Freitag, 18. März 2016

Linke Schleuser greifen auf albanische Mafia zurück

Wie bereits früher geschildert, steht hinter dem Asylwahn der deutschen Linken eine eindeutige mafiöse Struktur, die zur Destabilisierung und finanzielle Ausblutung der BRD führen soll. Dieses kriminelle Treiben wurde offenbar gründlich vorbereitet. Auch die Schließung der Balkanroute war bereits vorhergesehen worden, sobald man die Kontrolle der Regierungen in Südosteuropa verliert. So hofierte Ministerin Barbara Hendricks schon 2015 Lefter Koka in ihrem Ministerium in Berlin. Beide sprachen dabei über die Asylanten, die es galt nach Deutschland zu holen. Wer es nicht wissen sollte, Lefter Koka gilt als der schlimmste Mafiaboss von Albanien. Es ist schon kaum nachvollziehbar, warum eine deutsche Ministerin mit einem Mafiaclan die Asylproblematik berät.
Koka ist, nomen est omen will man da denken, Hauptdrahtzieher im Menschenhandel und Drogenschmuggel. Das die Asylrouten und die Wege des Drogenschmuggel identisch sind, ist keineswegs Zufall. Er ist auch in diversen Erpressungsfälle verwickelt und hat gemeinsam mit den deutschen Grünen diverse Betrügereien als Umweltprojekt betrieben. Koka gehört zum Dunstkreis des Kosovoalbaner Lulzim Berisha, dem Chef des Bande e Durresi Kartell, dieser muss allerdings eine lebenslange Haftstrafe absitzen.
Hendricks gab dem Koka 2015 3,5 Millionen Euro, getarnt als inzwischen aufgeflogene Umweltprojekte, die nur auf dem Papier bestanden. Damit hatte die Albanermafia dann Schnellboot gekauft, um, im Falle der Schließung der Balkanroute, die Leute nach Italien überzusetzen.
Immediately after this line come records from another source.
// The report page; see report.h.
#include "output/report.h"

#include <fmt/format.h>

#include <algorithm>
#include <string>

#include "output/pictures.h"
#include "output/text.h"

namespace isinglass {

namespace {

// Colours are told apart by lightness too, and every picture repeats in words or a table what its colours
// say.
constexpr std::string_view style = R"(
:root { color-scheme: light dark; --ink: #17212b; --soft: #51606e; --paper: #fbfaf7; --card: #ffffff; --line: #dcd9d1;
  --was: #b8bfc6; --pulse: #2f8f83; --inter: #2b4c9b; --read: #c2701c; --prep: #8a7f9e; --idle: #e3e6e8; --warn: #a3262a; }
@media (prefers-color-scheme: dark) { :root { --ink: #e8eaec; --soft: #a7b2bd; --paper: #14191f; --card: #1c232b; --line: #36404b;
  --was: #5d6873; --pulse: #5cc0b2; --inter: #86a5f2; --read: #eda45c; --prep: #b9abd3; --idle: #303942; --warn: #f08a8d; } }
* { box-sizing: border-box; }
body { margin: 0; background: var(--paper); color: var(--ink); font: 16px/1.5 system-ui, "Segoe UI", "DejaVu Sans", sans-serif; }
main { max-width: 1120px; margin: 0 auto; padding: 32px 24px 64px; }
h1 { font-size: 1.7rem; line-height: 1.25; margin: 0 0 4px; overflow-wrap: anywhere; }
h2 { font-size: 1.12rem; margin: 0 0 14px; }
.under { color: var(--soft); margin: 0 0 24px; overflow-wrap: anywhere; }
.figures { display: grid; grid-template-columns: repeat(auto-fit, minmax(170px, 1fr)); gap: 14px; margin: 0 0 22px; }
.figures div { background: var(--card); border: 1px solid var(--line); border-radius: 10px; padding: 14px 16px; }
.figures dt { color: var(--soft); font-size: .86rem; }
.figures dd { margin: 0; font-size: 1.6rem; font-weight: 650; font-variant-numeric: tabular-nums; }
.figures small { display: block; font-size: .82rem; font-weight: 400; color: var(--soft); }
section { background: var(--card); border: 1px solid var(--line); border-radius: 10px; padding: 20px 22px; margin: 0 0 22px; }
.two { display: grid; grid-template-columns: repeat(auto-fit, minmax(430px, 1fr)); gap: 22px; }
.two section { margin: 0; } .two { margin-bottom: 22px; }
@media (max-width: 520px) { .two { grid-template-columns: 1fr; } }
svg { display: block; width: 100%; height: auto; margin-bottom: 10px; }
table { border-collapse: collapse; width: 100%; font-variant-numeric: tabular-nums; font-size: .93rem; }
caption { text-align: left; color: var(--soft); font-size: .86rem; padding-bottom: 6px; }
th, td { text-align: right; padding: 5px 8px; border-bottom: 1px solid var(--line); } th:first-child, td:first-child { text-align: left; }
thead th { color: var(--soft); font-weight: 600; }
.legend { display: flex; flex-wrap: wrap; gap: 4px 18px; padding: 0; margin: 12px 0 0; list-style: none; font-size: .88rem; color: var(--soft); }
.legend i, td i { display: inline-block; width: 12px; height: 12px; border-radius: 3px; margin-right: 7px; vertical-align: -1px; background: var(--was); }
i.pulse { background: var(--pulse); } i.inter { background: var(--inter); } i.read { background: var(--read); } i.prep { background: var(--prep); } i.idle { background: var(--idle); border: 1px solid var(--line); }
text { fill: var(--ink); font: 13px system-ui, "Segoe UI", "DejaVu Sans", sans-serif; } .tick { fill: var(--soft); font-size: 12px; } .faint { fill: var(--soft); } .number { fill: #fff; font-weight: 600; }
@media (prefers-color-scheme: dark) { .number { fill: #10151b; } }
rect.was { fill: var(--was); } rect.is { fill: var(--inter); } rect.pulse { fill: var(--pulse); } rect.inter { fill: var(--inter); } rect.read { fill: var(--read); } rect.prep { fill: var(--prep); } rect.idle { fill: var(--idle); }
line.inter { stroke: var(--inter); stroke-width: 1.6; } .maybe { opacity: .55; } .grid { stroke: var(--line); stroke-width: 1; } .rail { stroke: var(--line); stroke-width: 2; } .fence { stroke: var(--soft); stroke-width: 1.4; stroke-dasharray: 3 2; }
.branch { fill: none; stroke: var(--warn); stroke-width: 1.4; stroke-dasharray: 5 3; }
.cell { fill: var(--idle); } .barred { fill: none; stroke: var(--line); }
circle.taken { fill: var(--inter); } circle.ancilla { fill: var(--pulse); } circle.free { fill: var(--idle); stroke: var(--line); }
rect.source0, i.source0 { fill: var(--prep); background: var(--prep); } rect.source1, i.source1 { fill: var(--pulse); background: var(--pulse); } rect.source2, i.source2 { fill: var(--inter); background: var(--inter); }
rect.source3, i.source3 { fill: var(--was); background: var(--was); } rect.source4, i.source4 { fill: var(--warn); background: var(--warn); } rect.source5, i.source5 { fill: var(--read); background: var(--read); }
.note { color: var(--soft); font-size: .9rem; } .note p { margin: .5em 0; }
@media print { body { background: #fff; } section, .figures div { break-inside: avoid; } }
)";

std::string figure(std::string_view label, const std::string& value, const std::string& small) {
  return fmt::format("<div><dt>{}</dt><dd>{}<small>{}</small></dd></div>\n", label, value, small);
}

std::string time_text(double us) {
  return us >= 1e6   ? fmt::format("{:.4g} s", us * 1e-6)
         : us >= 1e3 ? fmt::format("{:.4g} ms", us * 1e-3)
                     : fmt::format("{:.4g} µs", us);
}

/// "62 % fewer", "as many", "8 % more".
std::string compared(double before, double after) {
  if (before == 0 || before == after) return before == after ? "as many as before" : "none before";
  const double change = 100 * std::abs(after - before) / before;
  return fmt::format("{:.3g} % {} than {:.6g} before", change, after < before ? "fewer" : "more", before);
}

class Page {
 public:
  Page(std::ostream& out, const Compiled& compiled)
      : out_(&out), c_(compiled), totals_(compiled.timed.totals) {}

  void write() {
    const std::string title = fmt::format("{} on {}", escaped(c_.source_file), escaped(c_.target.name));
    out_.add(
        "<!DOCTYPE html>\n<html lang=\"en\"><head><meta charset=\"utf-8\"/>\n<meta name=\"viewport\" "
        "content=\"width=device-width, initial-scale=1\"/>\n<title>",
        title, "</title>\n<style>", style, "</style></head>\n<body><main>\n<h1>", title, "</h1>\n");
    out_.add("<p class=\"under\">compiled by isinglass ", ISINGLASS_VERSION, " for ",
             std::uint64_t{c_.target.ions}, " ions", c_.check.empty() ? "" : " · ", escaped(c_.check),
             "</p>\n");
    headline();
    out_.add("<div class=\"two\">\n");
    tally();
    errors();
    out_.add("</div>\n");
    if (c_.rehearsal != nullptr) rehearsal(*c_.rehearsal);
    timeline();
    placement();
    pairs();
    notes();
    out_.add("</main></body></html>\n");
  }

 private:
  void headline() {
    const bool has_interval = totals_.success_low < totals_.success_high;
    out_.add("<dl class=\"figures\">\n");
    out_.add(figure("success", fmt::format("{:.2f} %", 100 * totals_.success),
                    has_interval ? fmt::format("95 %: {:.2f} to {:.2f} %", 100 * totals_.success_low,
                                               100 * totals_.success_high)
                                 : "no error happens"));
    out_.add(figure("duration", time_text(totals_.duration), "from preparation to the last bit"));
    out_.add(figure("interactions", fmt::format("{}", totals_.xx),
                    compared(static_cast<double>(c_.before.two_qubit), static_cast<double>(totals_.xx))));
    out_.add(figure("full units", fmt::format("{:.4g}", totals_.xx_units), "one unit is xx(π/2)"));
    out_.add(figure("pulses", fmt::format("{}", totals_.r),
                    compared(static_cast<double>(c_.before.one_qubit), static_cast<double>(totals_.r))));
    out_.add("</dl>\n");
  }

  void tally() {
    out_.add("<section><h2>Before and after</h2>\n", picture_of_tally(c_),
             "<ul class=\"legend\"><li><i></i>before: gate by gate in the textbook way</li><li><i "
             "class=\"inter\"></i>after</li></ul></section>\n");
  }

  void errors() {
    out_.add("<section><h2>Where errors come from</h2>\n", picture_of_errors(totals_),
             "<table><thead><tr><th scope=\"col\">source</th><th scope=\"col\">error</th><th "
             "scope=\"col\">share</th></tr></thead><tbody>\n");
    for (std::size_t i = 0; i < source_count; ++i) {
      const double part = totals_.error_by_source[i];
      out_.add(fmt::format("<tr><td><i class=\"source{}\"></i>{}</td><td>{:.2e}</td><td>{:.1f} %</td></tr>\n",
                           i, name(static_cast<Source>(i)), part,
                           totals_.error > 0 ? 100 * part / totals_.error : 0));
    }
    out_.add(fmt::format(
        "<tr><th scope=\"row\">all</th><td>{:.2e}</td><td>100 %</td></tr></tbody></table></section>\n",
        totals_.error));
  }

  void rehearsal(const Rehearsal& rehearsal) {
    out_.add("<section><h2>Rehearsal</h2>\n");
    if (!rehearsal.outcomes.empty()) {
      out_.add(picture_of_outcomes(rehearsal),
               "<ul class=\"legend\"><li><i></i>without noise</li><li><i class=\"inter\"></i>with "
               "noise</li></ul>\n");
    }
    out_.add("<p class=\"note\">By ", name(rehearsal.method),
             rehearsal.shots > 0 ? fmt::format(", {} shots", rehearsal.shots) : "",
             fmt::format(". Estimated success {:.2f} %", 100 * rehearsal.estimate));
    if (rehearsal.no_error >= 0) {
      out_.add(fmt::format(", shots without error {:.2f} ± {:.2f} %", 100 * rehearsal.no_error,
                           100 * rehearsal.no_error_deviation));
    }
    if (rehearsal.fidelity >= 0) out_.add(fmt::format(", fidelity {:.3f} %", 100 * rehearsal.fidelity));
    if (!rehearsal.outcomes.empty()) {
      out_.add(fmt::format("; the two distributions differ by {:.2f} % (total variation)",
                           100 * rehearsal.distance));
    }
    out_.add(".</p></section>\n");
  }

  void timeline() {
    out_.add("<section><h2>Timeline</h2>\n", picture_of_timeline(c_),
             "<ul class=\"legend\"><li><i class=\"inter\"></i>interaction</li><li><i "
             "class=\"pulse\"></i>pulse</li><li><i "
             "class=\"read\"></i>readout</li><li><i class=\"prep\"></i>preparation, reset</li><li><i "
             "class=\"idle\"></i>waiting with a state</li><li>dashed frame: happens on a condition, the "
             "longest way is "
             "shown</li></ul></section>\n");
  }

  void placement() {
    out_.add(
        "<section><h2>Placement</h2>\n", picture_of_placement(c_),
        "<p class=\"note\">Above each ion the qubit it holds at the start, below the qubit it holds at the "
        "end.");
    if (c_.placed.moves > 0) {
      out_.add(fmt::format(" {} swaps move qubits to where pairs are reachable.", c_.placed.moves));
    }
    out_.add("</p></section>\n");
  }

  void pairs() {
    constexpr std::size_t most_rows = 12;
    const auto list = work_by_pair(c_.placed.circuit);
    out_.add("<section><h2>Pairs to calibrate</h2><div class=\"two\"><div class=\"square\">\n",
             picture_of_pairs(c_), "</div><div><table><caption>", std::uint64_t{list.size()},
             " pairs interact", list.size() > most_rows ? "; those with most interaction" : "",
             "</caption><thead><tr><th scope=\"col\">ions</th><th scope=\"col\">times</th><th "
             "scope=\"col\">units</th><th "
             "scope=\"col\">error of xx(π/2)</th><th scope=\"col\">takes</th></tr></thead><tbody>\n");
    for (std::size_t i = 0; i < std::min(list.size(), most_rows); ++i) {
      const PairFigures& pair = c_.target.pair(list[i].a, list[i].b);
      out_.add(fmt::format(
          "<tr><td>{} and {}</td><td>{}</td><td>{:.4g}</td><td>{:.2e}</td><td>{}</td></tr>\n", list[i].a,
          list[i].b, list[i].count, list[i].units, pair.error(pi / 2), time_text(pair.takes_us)));
    }
    out_.add("</tbody></table></div></div></section>\n");
  }

  void notes() {
    out_.add(
        "<section class=\"note\"><h2>How to read this</h2>\n"
        "<p>Success is the probability that no error happens under the machine's model; the errors of single "
        "operations are taken as independent. The model leaves out coherent errors that add up from "
        "operation to "
        "operation, drift between calibrations, leakage out of the qubit, and loss of ions: component models "
        "usually predict better than what is observed, and structured programs can fail earlier than random "
        "ones "
        "of the same size.</p>\n"
        "<p>Of a condition the worse way is counted, of a loop one round. Angles in radians, "
        "r(θ, φ) = exp(−iθ/2 (cos φ X + sin φ Y)), xx(θ, φ<sub>a</sub>, φ<sub>b</sub>) = exp(−iθ/2 (cos "
        "φ<sub>a</sub> X + sin "
        "φ<sub>a</sub> Y) ⊗ (cos φ<sub>b</sub> X + sin φ<sub>b</sub> Y)).</p>\n<p>source ",
        escaped(c_.source_file), c_.source_sha256.empty() ? "" : ", SHA-256 ", c_.source_sha256,
        "<br/>machine ", escaped(c_.target.name), c_.target.sha256.empty() ? "" : ", SHA-256 ",
        c_.target.sha256, "</p></section>\n");
  }

  TextWriter out_;
  const Compiled& c_;
  const Totals& totals_;
};

}  // namespace

void write_report(std::ostream& out, const Compiled& compiled) {
  Page(out, compiled).write();
}

}  // namespace isinglass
Als das dann nun tatsächlich geschah, waren die linken Aktivisten vor Ort längst vorbereitet, ihr Treiben von Mazedonien nach Albanien zu verlegen.

Österreich rechnet nun damit, dass der Strom der Invasoren über den Brenner rollt und ergriff Maßnahmen auch ihre Grenze nach Italien dicht zu machen. (Quelle: Krone.at)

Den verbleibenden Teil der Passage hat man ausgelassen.